• February 2016

14 Ways to Fall in Love With Your Business

Clad in jeans and his signature Life is Good T-shirt, entrepreneur Bert Jacobs (pictured left) comes out to greet us from behind the giant oak desk set in his corner office of the Boston headquarters of the Life is Good company.

Located on chichi Newbury Street, the co-founder of the $100 million T-shirt company is anything but pretentious. His infectious smile and down-to-earth demeanor reflect the brand that he and his brother, John, have built since they started selling T’s from the back of their VW van in 1987.

“I think that sometimes people look at us and think that we’re in la-la land,” he says. “Like we’re sitting here eating ice cream and throwing Frisbees around on the beach. But we’re not. At least, not always. We’re competitive people who live in the real world. We wake up and fight like anybody else. But we have a deep-seated belief that it’s powerful to be optimistic. And for us, the business is definitely a fulfillment of that philosophy.”

What a pleasure it was to get a dose of his optimism and to share it with our readers as we celebrate the month of love. Scroll down for Bert’s advice. And be sure to read our February Tips for Entrepreneurs column for more ideas on how to fall in love with yourself to better serve your business.

Also in this issue, we celebrate Valentine’s Day, Feb. 14, with 14 columns filled with ideas on how to love your business.

And, we leave you with this parting thought from this month’s Quotes column, which gives a nod to 14 of our favorite love songs. Do you know who sang this? “I went sky diving / I went Rocky Mountain climbing / I went 2.7 seconds on a bull named Fumanchu / And I loved deeper / And I spoke sweeter / And I gave forgiveness I’ve been denying / And he said someday I hope you get the chance / To live like you were dying.” Check it out.

Here’s to your incredible, indelible, Inkandescent success! — Hope Katz Gibbs, Inkandescent Public Relations

Bert and John Jacobs Are Loving Life

ENTREPRENEUR OF THE MONTH: FEBRUARY 2016

By Hope Katz Gibbs
Be Inkandescent
Magazine

For Life is Good co-founder Bert Jacobs (pictured far right), making money isn’t the sole goal for his company — and he believes it shouldn’t be for any entrepreneur.

Consider his thoughts on how you can find success, the Life is Good, Inc., way.

Bert Jacobs’ 14 Tips for Success

1. Speak out.
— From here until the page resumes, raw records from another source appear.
/**
 * Posterior of the Lennard-Jones parameters of a finished fit: likelihood exp(−χ²/2s²) with the fit's own
 * weighted residuals (χ² as in lj-fit.ts, left-out rows excluded), flat priors within the fit's bounds and,
 * optionally, a Gaussian prior per parameter (e.g. a previous approved set), sampled by the ensemble sampler of
 * posterior.ts from the least-squares optimum.
 * s² = 1 when the stated uncertainties are taken as absolute; when the fit scaled its covariance by the reduced χ²
 * (uncertainties taken as relative), s² = χ²_min/ν, so posterior and linearised intervals rest on the same noise.
 * B2 without the quantum term uses the interpolated reduced B2 (virial-interpolant.ts, within 1e-9 of the
 * quadrature); every other model is the fit's own (property-models.ts).
 */
import { b2Interpolated } from '../physics/virial-interpolant';
import { type FitDataset, type LjFitOptions, type LjFitResult, type LjParameter } from './lj-fit';
import { credibleRegionOutline, intervalDisagreement, POSTERIOR_SEED, sampleEnsemble, summarise, type GaussianPrior, type ParameterSummary } from './posterior';
import { PROPERTY_MODELS, type FitKind, type PropertyContext } from './property-models';

export interface LjPosteriorOptions {
  /** Steps per walker kept (default 1000). */
  samples?: number;
  burnIn?: number;
  walkers?: number;
  seed?: number;
  /** 'as-fit' (default): the likelihood uses the same noise as the fit's covariance; 'stated': the uncertainties as given. */
  noise?: 'as-fit' | 'stated';
  /** Gaussian priors, e.g. from a previous approved parameter set. */
  priors?: Partial<Record<LjParameter, GaussianPrior>>;
  /** Posterior draws returned for plotting (default 1000). */
  drawsReturned?: number;
}

export interface LjPosterior {
  epsilonK: ParameterSummary;
  sigmaAngstrom: ParameterSummary;
  /** Sample correlation of ε and σ (null when one is held). */
  correlation: number | null;
  /** Thinned posterior draws for plotting. */
  draws: Array<{ epsilonK: number; sigmaAngstrom: number }>;
  /** Outline of the 95 % highest-posterior-density region (empty when one parameter is held). */
  credibleRegion95: Array<{ epsilonK: number; sigmaAngstrom: number }>;
  /** The linearised intervals compared: estimate ± 1.96 standard errors. */
  linearised: Partial<Record<LjParameter, { lower95: number; upper95: number }>>;
  diagnostics: {
    walkers: number;
    steps: number;
    burnIn: number;
    seed: number;
    acceptanceFraction: number;
    autocorrelationTimeSteps: Partial<Record<LjParameter, number>>;
    rHat: Partial<Record<LjParameter, number>>;
    effectiveSamples: number;
    converged: boolean;
  };
  /** How the noise was taken, in words. */
  likelihood: string;
  priors: string;
  /** Plain-words messages: disagreement with the linearised intervals and sampler warnings. */
  messages: string[];
}

const NAMES: readonly LjParameter[] = ['epsilonK', 'sigmaAngstrom'];
const LABELS: Record<LjParameter, [string, string]> = { epsilonK: ['ε/k_B', 'K'], sigmaAngstrom: ['σ', 'Å'] };
/** Two-sided 95 % normal quantile (Abramowitz & Stegun 1964, table 26.1, from memory). */
export const Z_95 = 1.959964;

interface Point {
  kind: FitKind;
  temperatureK: number;
  pressureMPa?: number;
  value: number;
  scale: number;
}

/** One model value at (ε, σ): the interpolated B2 where it applies, the fit's own model otherwise. */
export function modelValue(kind: FitKind, point: { temperatureK: number; pressureMPa?: number; measured?: number }, epsilonK: number, sigmaAngstrom: number, context: PropertyContext): number {
  if (kind === 'b2' && !context.quantumCorrection) return b2Interpolated(point.temperatureK, epsilonK, sigmaAngstrom, context.repulsiveExponent ?? 12).b2Cm3PerMol;
  return PROPERTY_MODELS[kind].evaluate(point, epsilonK, sigmaAngstrom, context).value;
}

/** χ² of the included rows of the datasets at (ε, σ), as lj-fit.ts defines it. */
export function chi2Function(datasets: readonly FitDataset[], options: Pick<LjFitOptions, 'molarMassGPerMol' | 'quantumCorrection' | 'repulsiveExponent'>): (epsilonK: number, sigmaAngstrom: number) => number {
  const context: PropertyContext = { molarMassGPerMol: options.molarMassGPerMol, quantumCorrection: options.quantumCorrection ?? false, ...(options.repulsiveExponent !== undefined && options.repulsiveExponent !== 12 ? { repulsiveExponent: options.repulsiveExponent } : {}) };
  const points: Point[] = [];
  for (const d of datasets) {
    const excluded = new Set(d.excludeRows ?? []);
    d.rows.forEach((row, i) => {
      if (excluded.has(i + 1)) return;
      points.push({ kind: d.kind, temperatureK: row.temperatureK, ...(row.pressureMPa !== undefined ? { pressureMPa: row.pressureMPa } : {}), value: row.value, scale: (d.weight ?? 1) / row.uncertainty });
    });
  }
  return (epsilonK, sigmaAngstrom) => {
    let chi2 = 0;
    for (const p of points) {
      const r = (modelValue(p.kind, { temperatureK: p.temperatureK, pressureMPa: p.pressureMPa, measured: p.value }, epsilonK, sigmaAngstrom, context) - p.value) * p.scale;
      chi2 += r * r;
    }
    return chi2;
  };
}

/** Samples the posterior of a succeeded fit (see file header). Throws when the fit did not succeed. */
export function ljPosterior(datasets: readonly FitDataset[], fitOptions: LjFitOptions, fit: LjFitResult, options: LjPosteriorOptions = {}): LjPosterior {
  if (fit.status !== 'succeeded') throw new Error('a posterior needs a succeeded fit to start from');
  const chi2 = chi2Function(datasets, fitOptions);
  const noise = options.noise ?? 'as-fit';
  const s2 = noise === 'as-fit' && fit.covarianceScaling === 'reduced-chi2' && fit.reducedChi2 !== null && fit.reducedChi2 > 0 ? fit.reducedChi2 : 1;
  const free = NAMES.filter((n) => !fit.heldParameters.includes(n));
  const heldValue = (n: LjParameter) => fit[n];
  const full = (x: readonly number[]): [number, number] => {
    const values: Record<LjParameter, number> = { epsilonK: heldValue('epsilonK'), sigmaAngstrom: heldValue('sigmaAngstrom') };
    free.forEach((n, k) => (values[n] = x[k]));
    return [values.epsilonK, values.sigmaAngstrom];
  };
  const spread = free.map((n) => {
    const se = fit.stdErr[n];
    return se !== null && se > 0 ? 0.1 * se : 1e-4 * fit[n];
  });
  const run = sampleEnsemble((x) => -chi2(...full(x)) / (2 * s2), {
    bounds: free.map((n) => fit.bounds[n]),
    initial: free.map((n) => fit[n]),
    initialSpread: spread,
    gaussianPriors: free.map((n) => options.priors?.[n] ?? null),
    walkers: options.walkers,
    steps: options.samples ?? 1000,
    burnIn: options.burnIn,
    seed: options.seed ?? POSTERIOR_SEED,
  });

  const summaries = {} as Record<LjParameter, ParameterSummary>;
  NAMES.forEach((n) => {
    const k = free.indexOf(n);
    if (k < 0) {
      const v = heldValue(n);
      summaries[n] = { median: v, lower95: v, upper95: v, mean: v, standardDeviation: 0 };
    } else summaries[n] = summarise(run.samples.map((x) => x[k]));
  });
  let correlation: number | null = null;
  if (free.length === 2) {
    const [a, b] = [summaries.epsilonK, summaries.sigmaAngstrom];
    correlation = run.samples.reduce((s, x) => s + (x[0] - a.mean) * (x[1] - b.mean), 0) / ((run.samples.length - 1) * a.standardDeviation * b.standardDeviation);
  }
  const messages: string[] = [];
  const linearised: LjPosterior['linearised'] = {};
  for (const n of free) {
    const se = fit.stdErr[n];
    if (se === null || !(se > 0)) continue;
    linearised[n] = { lower95: fit[n] - Z_95 * se, upper95: fit[n] + Z_95 * se };
    const msg = intervalDisagreement(LABELS[n][0], LABELS[n][1], summaries[n], linearised[n]!);
    if (msg) messages.push(msg);
  }
  run.warnings.forEach((w) => messages.push(w.replace(/parameter (\d)/g, (_, d: string) => LABELS[free[Number(d) - 1]][0])));
  const hitBound = free.filter((n, k) => {
    const [lo, hi] = fit.bounds[n];
    const width = summaries[n].upper95 - summaries[n].lower95;
    return summaries[n].lower95 - lo < 0.01 * width || hi - summaries[n].upper95 < 0.01 * width;
  });
  if (hitBound.length) messages.push(`The posterior of ${hitBound.map((n) => LABELS[n][0]).join(' and ')} reaches the bound of the flat prior: the interval there is set by the bound, not by the data.`);

  const wanted = options.drawsReturned ?? 1000;
  const stride = Math.max(1, Math.floor(run.samples.length / wanted));
  const draws: LjPosterior['draws'] = [];
  for (let i = run.samples.length - 1; i >= 0 && draws.length < wanted; i -= stride) {
    const [e, s] = full(run.samples[i]);
    draws.push({ epsilonK: e, sigmaAngstrom: s });
  }
  const credibleRegion95 = free.length === 2 ? credibleRegionOutline(run.samples, run.logPosterior).map(([e, s]) => ({ epsilonK: e, sigmaAngstrom: s })) : [];
  const perParameter = <T>(values: readonly T[]): Partial<Record<LjParameter, T>> => Object.fromEntries(free.map((n, k) => [n, values[k]]));
  const priorWords = free.map((n) => {
    const p = options.priors?.[n];
    const [lo, hi] = fit.bounds[n];
    return p ? `${LABELS[n][0]}: Gaussian ${p.mean} ± ${p.standardDeviation} ${LABELS[n][1]} within [${lo}, ${hi}]` : `${LABELS[n][0]}: flat on [${lo}, ${hi}] ${LABELS[n][1]}`;
  });
  return {
    epsilonK: summaries.epsilonK,
    sigmaAngstrom: summaries.sigmaAngstrom,
    correlation,
    draws,
    credibleRegion95,
    linearised,
    diagnostics: {
      walkers: run.walkers,
      steps: run.steps,
      burnIn: run.burnIn,
      seed: run.seed,
      acceptanceFraction: run.acceptanceFraction,
      autocorrelationTimeSteps: perParameter(run.autocorrelationTime),
      rHat: perParameter(run.rHat),
      effectiveSamples: run.effectiveSamples,
      converged: run.converged,
    },
    likelihood: s2 === 1 ? 'exp(−χ²/2) with the stated uncertainties' : `exp(−χ²/2s²) with s² = χ²/ν = ${s2.toPrecision(4)} (uncertainties taken as relative, like the fit's covariance)`,
    priors: priorWords.join('; '),
    messages,
  };
}

/**
 * Posterior-predictive band of one kind at the given states: median and central 95 % of the model over the draws
 * (the model only: the measurement noise of a new point is not added).
 */
export function posteriorPredictiveBand(
  kind: FitKind,
  states: ReadonlyArray<{ temperatureK: number; pressureMPa?: number }>,
  draws: ReadonlyArray<{ epsilonK: number; sigmaAngstrom: number }>,
  context: PropertyContext,
): Array<{ temperatureK: number; pressureMPa?: number; median: number; lower95: number; upper95: number }> {
  return states.map((state) => {
    const values: number[] = [];
    for (const d of draws) {
      try {
        const v = modelValue(kind, state, d.epsilonK, d.sigmaAngstrom, context);
        if (Number.isFinite(v)) values.push(v);
      } catch {
        // a draw where the model cannot be evaluated adds nothing to the band
      }
    }
    const s = summarise(values);
    return { ...state, median: s.median, lower95: s.lower95, upper95: s.upper95 };
  });
}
I do a lot of public speaking to raise money for our Life is Good Kids Foundation, and 100 percent of the fee goes to raise money for children facing life-threatening situations — such as poverty, disease, and a lack of positive influences. The reality is that when Boston was founded in the 1700s, the average life span of a Boston resident was 29 years. In 1800, it was in the upper 40s, and today it’s 80. Clearly, we must be doing something right. If you take a global view, despite the recent recession and other negative considerations, there is reason for optimism.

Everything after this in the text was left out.